Source data:
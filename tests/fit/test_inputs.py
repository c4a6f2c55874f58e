"""CSV length tables and datasets as fit input: reading, validation and its messages."""

from __future__ import annotations

import numpy as np
import pytest
import xarray as xr

from coarsen.cli import main
from coarsen.fit.inputs import growth_data_from_dataset, load_growth_data, read_length_table

GOOD = """# estimator: corr_half; length_err: standard error of the mean
# lattice: square 128x64 periodic
time,length,length_err,replicas
10,3.0,0.1,8
20,4.2,0.1,8
40,6.0,0.2,8
80,8.4,0.2,8
"""


def _write(tmp_path, text, name="lengths.csv"):
    path = tmp_path / name
    path.write_text(text)
    return path


def test_reads_a_table_with_comments(tmp_path):
    data = read_length_table(_write(tmp_path, GOOD))
    assert np.array_equal(data.time, [10, 20, 40, 80])
    assert np.allclose(data.length, [3.0, 4.2, 6.0, 8.4])
    assert np.allclose(data.log_length_err, [0.1 / 3.0, 0.1 / 4.2, 0.2 / 6.0, 0.2 / 8.4])
    assert data.estimator == "corr_half"
    assert data.system_size == 64.0
    assert data.kind == "table"


def test_table_without_errors_is_fitted_with_a_scatter(tmp_path):
    data = read_length_table(_write(tmp_path, "time,length\n1,2\n2,3\n"))
    assert data.log_length_err is None
    assert "extra-scatter" in data.notes[0]


BAD_TABLES = [
    ("time,size\n1,2\n2,3\n", "no 'length' column"),
    ("length,length_err\n1,2\n2,3\n", "no 'time' column"),
    ("time,length\n1,2\n2,nan\n", r"row 2 \(line 3\), column 'length': 'nan' is not a finite"),
    ("time,length\n1,2\n2,abc\n", r"row 2 \(line 3\), column 'length': 'abc' is not a number"),
    ("time,length\n0,2\n2,3\n", r"row 1 \(line 2\), column 'time': 0.0 must be > 0"),
    ("time,length\n-1,2\n2,3\n", r"row 1 \(line 2\), column 'time': -1.0 must be > 0"),
    ("time,length\n1,2\n3,3\n3,4\n", r"row 3 \(line 4\), column 'time': 3.0 is not greater"),
    ("time,length\n1,2\n3,3\n2,4\n", r"row 3 \(line 4\), column 'time': 2.0 is not greater"),
    ("# c\ntime,length\n1,2\n2,0\n", r"row 2 \(line 4\), column 'length': 0.0 must be > 0"),
    ("time,length\n1,2\n2,-3\n", r"row 2 \(line 3\), column 'length': -3.0 must be > 0"),
    ("time,length,length_err\n1,2,0.1\n2,3,\n", r"row 2 \(line 3\), column 'length_err': empty"),
    ("time,length,length_err\n1,2,0.1\n2,3,0\n", r"row 2 \(line 3\), column 'length_err'"),
    ("time,length\n1,2\n2\n", r"row 2 \(line 3\), column 'length': missing value"),
    ("time,length\n1,2\n", "1 data rows; need at least 2"),
    ("# only comments\n", "no header row"),
    ("time,length,time\n1,2,3\n", "column 'time' appears more than once"),
]


@pytest.mark.parametrize("text, message", BAD_TABLES)
def test_bad_tables_name_the_column_or_row(tmp_path, text, message):
    with pytest.raises(ValueError, match=message):
        read_length_table(_write(tmp_path, text))


@pytest.mark.parametrize("text, message", BAD_TABLES[:10])
def test_bad_tables_exit_2_with_one_line(tmp_path, capsys, text, message):
    path = _write(tmp_path, text)
    assert main(["fit", str(path), "--no-compare"]) == 2
    err = capsys.readouterr().err
    assert err.count("\n") == 1
    assert err.startswith("coarsen fit: length table")


def test_fewer_points_than_parameters_exit_2(tmp_path, capsys):
    path = _write(tmp_path, "time,length,length_err\n1,2,0.1\n2,3,0.1\n4,4,0.1\n8,5,0.1\n")
    assert main(["fit", str(path), "--model", "offset", "--tmin", "4", "--no-compare"]) == 2
    err = capsys.readouterr().err
    assert err.count("\n") == 1
    assert "2 point(s) for the 3 free parameters of model 'offset'" in err
    assert "length table" in err


def test_missing_input_and_unknown_estimator(tmp_path, capsys):
    assert main(["fit", str(tmp_path / "none.csv")]) == 2
    assert "no such file" in capsys.readouterr().err
    with pytest.raises(ValueError, match="estimator: 'corr_half', but the length table"):
        load_growth_data(_write(tmp_path, GOOD.replace("corr_half", "wall")), "corr_half")


def _dataset(values, times):
    values = np.asarray(values, dtype=float)
    length = np.stack([values * f for f in (1.0, 2.0, 3.0, 4.0)])
    return xr.Dataset(
        {"length": (("estimator", "replica", "time"), length)},
        coords={"estimator": ["corr_zero", "corr_half", "sk_moment", "wall"],
                "replica": np.arange(values.shape[0]), "time": np.asarray(times, float)},
        attrs={"size": np.array([64, 32])})


def test_dataset_lengths_mean_of_logs_and_missing_values():
    values = [[1.0, 2.0, np.nan, 4.0], [2.0, 4.0, np.nan, 0.0], [4.0, 8.0, np.nan, 8.0]]
    data = growth_data_from_dataset(_dataset(values, [0, 1, 2, 3]), "corr_half")
    assert np.array_equal(data.time, [1.0, 3.0])
    assert np.allclose(data.log_length, [np.mean(np.log([4, 8, 16])), np.log(np.sqrt(8 * 16))])
    assert data.system_size == 32.0
    assert len(data.notes) == 2
    assert data.replica_log_lengths.shape == (3, 2)
    with pytest.raises(ValueError, match="estimator: 'size' is not one of"):
        growth_data_from_dataset(_dataset(values, [0, 1, 2, 3]), "size")
    with pytest.raises(ValueError, match="no finite length > 0"):
        growth_data_from_dataset(_dataset(np.full((2, 3), np.nan), [1, 2, 3]), "corr_zero")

Task prompt:
Output all of the data again, exactly.

Exercise answer:
filename tests/fit/test_inputs.py
repository c4a6f2c55874f58e
"""CSV length tables and datasets as fit input: reading, validation and its messages."""

from __future__ import annotations

import numpy as np
import pytest
import xarray as xr

from coarsen.cli import main
from coarsen.fit.inputs import growth_data_from_dataset, load_growth_data, read_length_table

GOOD = """# estimator: corr_half; length_err: standard error of the mean
# lattice: square 128x64 periodic
time,length,length_err,replicas
10,3.0,0.1,8
20,4.2,0.1,8
40,6.0,0.2,8
80,8.4,0.2,8
"""


def _write(tmp_path, text, name="lengths.csv"):
    path = tmp_path / name
    path.write_text(text)
    return path


def test_reads_a_table_with_comments(tmp_path):
    data = read_length_table(_write(tmp_path, GOOD))
    assert np.array_equal(data.time, [10, 20, 40, 80])
    assert np.allclose(data.length, [3.0, 4.2, 6.0, 8.4])
    assert np.allclose(data.log_length_err, [0.1 / 3.0, 0.1 / 4.2, 0.2 / 6.0, 0.2 / 8.4])
    assert data.estimator == "corr_half"
    assert data.system_size == 64.0
    assert data.kind == "table"


def test_table_without_errors_is_fitted_with_a_scatter(tmp_path):
    data = read_length_table(_write(tmp_path, "time,length\n1,2\n2,3\n"))
    assert data.log_length_err is None
    assert "extra-scatter" in data.notes[0]


BAD_TABLES = [
    ("time,size\n1,2\n2,3\n", "no 'length' column"),
    ("length,length_err\n1,2\n2,3\n", "no 'time' column"),
    ("time,length\n1,2\n2,nan\n", r"row 2 \(line 3\), column 'length': 'nan' is not a finite"),
    ("time,length\n1,2\n2,abc\n", r"row 2 \(line 3\), column 'length': 'abc' is not a number"),
    ("time,length\n0,2\n2,3\n", r"row 1 \(line 2\), column 'time': 0.0 must be > 0"),
    ("time,length\n-1,2\n2,3\n", r"row 1 \(line 2\), column 'time': -1.0 must be > 0"),
    ("time,length\n1,2\n3,3\n3,4\n", r"row 3 \(line 4\), column 'time': 3.0 is not greater"),
    ("time,length\n1,2\n3,3\n2,4\n", r"row 3 \(line 4\), column 'time': 2.0 is not greater"),
    ("# c\ntime,length\n1,2\n2,0\n", r"row 2 \(line 4\), column 'length': 0.0 must be > 0"),
    ("time,length\n1,2\n2,-3\n", r"row 2 \(line 3\), column 'length': -3.0 must be > 0"),
    ("time,length,length_err\n1,2,0.1\n2,3,\n", r"row 2 \(line 3\), column 'length_err': empty"),
    ("time,length,length_err\n1,2,0.1\n2,3,0\n", r"row 2 \(line 3\), column 'length_err'"),
    ("time,length\n1,2\n2\n", r"row 2 \(line 3\), column 'length': missing value"),
    ("time,length\n1,2\n", "1 data rows; need at least 2"),
    ("# only comments\n", "no header row"),
    ("time,length,time\n1,2,3\n", "column 'time' appears more than once"),
]


@pytest.mark.parametrize("text, message", BAD_TABLES)
def test_bad_tables_name_the_column_or_row(tmp_path, text, message):
    with pytest.raises(ValueError, match=message):
        read_length_table(_write(tmp_path, text))


@pytest.mark.parametrize("text, message", BAD_TABLES[:10])
def test_bad_tables_exit_2_with_one_line(tmp_path, capsys, text, message):
    path = _write(tmp_path, text)
    assert main(["fit", str(path), "--no-compare"]) == 2
    err = capsys.readouterr().err
    assert err.count("\n") == 1
    assert err.startswith("coarsen fit: length table")


def test_fewer_points_than_parameters_exit_2(tmp_path, capsys):
    path = _write(tmp_path, "time,length,length_err\n1,2,0.1\n2,3,0.1\n4,4,0.1\n8,5,0.1\n")
    assert main(["fit", str(path), "--model", "offset", "--tmin", "4", "--no-compare"]) == 2
    err = capsys.readouterr().err
    assert err.count("\n") == 1
    assert "2 point(s) for the 3 free parameters of model 'offset'" in err
    assert "length table" in err


def test_missing_input_and_unknown_estimator(tmp_path, capsys):
    assert main(["fit", str(tmp_path / "none.csv")]) == 2
    assert "no such file" in capsys.readouterr().err
    with pytest.raises(ValueError, match="estimator: 'corr_half', but the length table"):
        load_growth_data(_write(tmp_path, GOOD.replace("corr_half", "wall")), "corr_half")


def _dataset(values, times):
    values = np.asarray(values, dtype=float)
    length = np.stack([values * f for f in (1.0, 2.0, 3.0, 4.0)])
    return xr.Dataset(
        {"length": (("estimator", "replica", "time"), length)},
        coords={"estimator": ["corr_zero", "corr_half", "sk_moment", "wall"],
                "replica": np.arange(values.shape[0]), "time": np.asarray(times, float)},
        attrs={"size": np.array([64, 32])})


def test_dataset_lengths_mean_of_logs_and_missing_values():
    values = [[1.0, 2.0, np.nan, 4.0], [2.0, 4.0, np.nan, 0.0], [4.0, 8.0, np.nan, 8.0]]
    data = growth_data_from_dataset(_dataset(values, [0, 1, 2, 3]), "corr_half")
    assert np.array_equal(data.time, [1.0, 3.0])
    assert np.allclose(data.log_length, [np.mean(np.log([4, 8, 16])), np.log(np.sqrt(8 * 16))])
    assert data.system_size == 32.0
    assert len(data.notes) == 2
    assert data.replica_log_lengths.shape == (3, 2)
    with pytest.raises(ValueError, match="estimator: 'size' is not one of"):
        growth_data_from_dataset(_dataset(values, [0, 1, 2, 3]), "size")
    with pytest.raises(ValueError, match="no finite length > 0"):
        growth_data_from_dataset(_dataset(np.full((2, 3), np.nan), [1, 2, 3]), "corr_zero")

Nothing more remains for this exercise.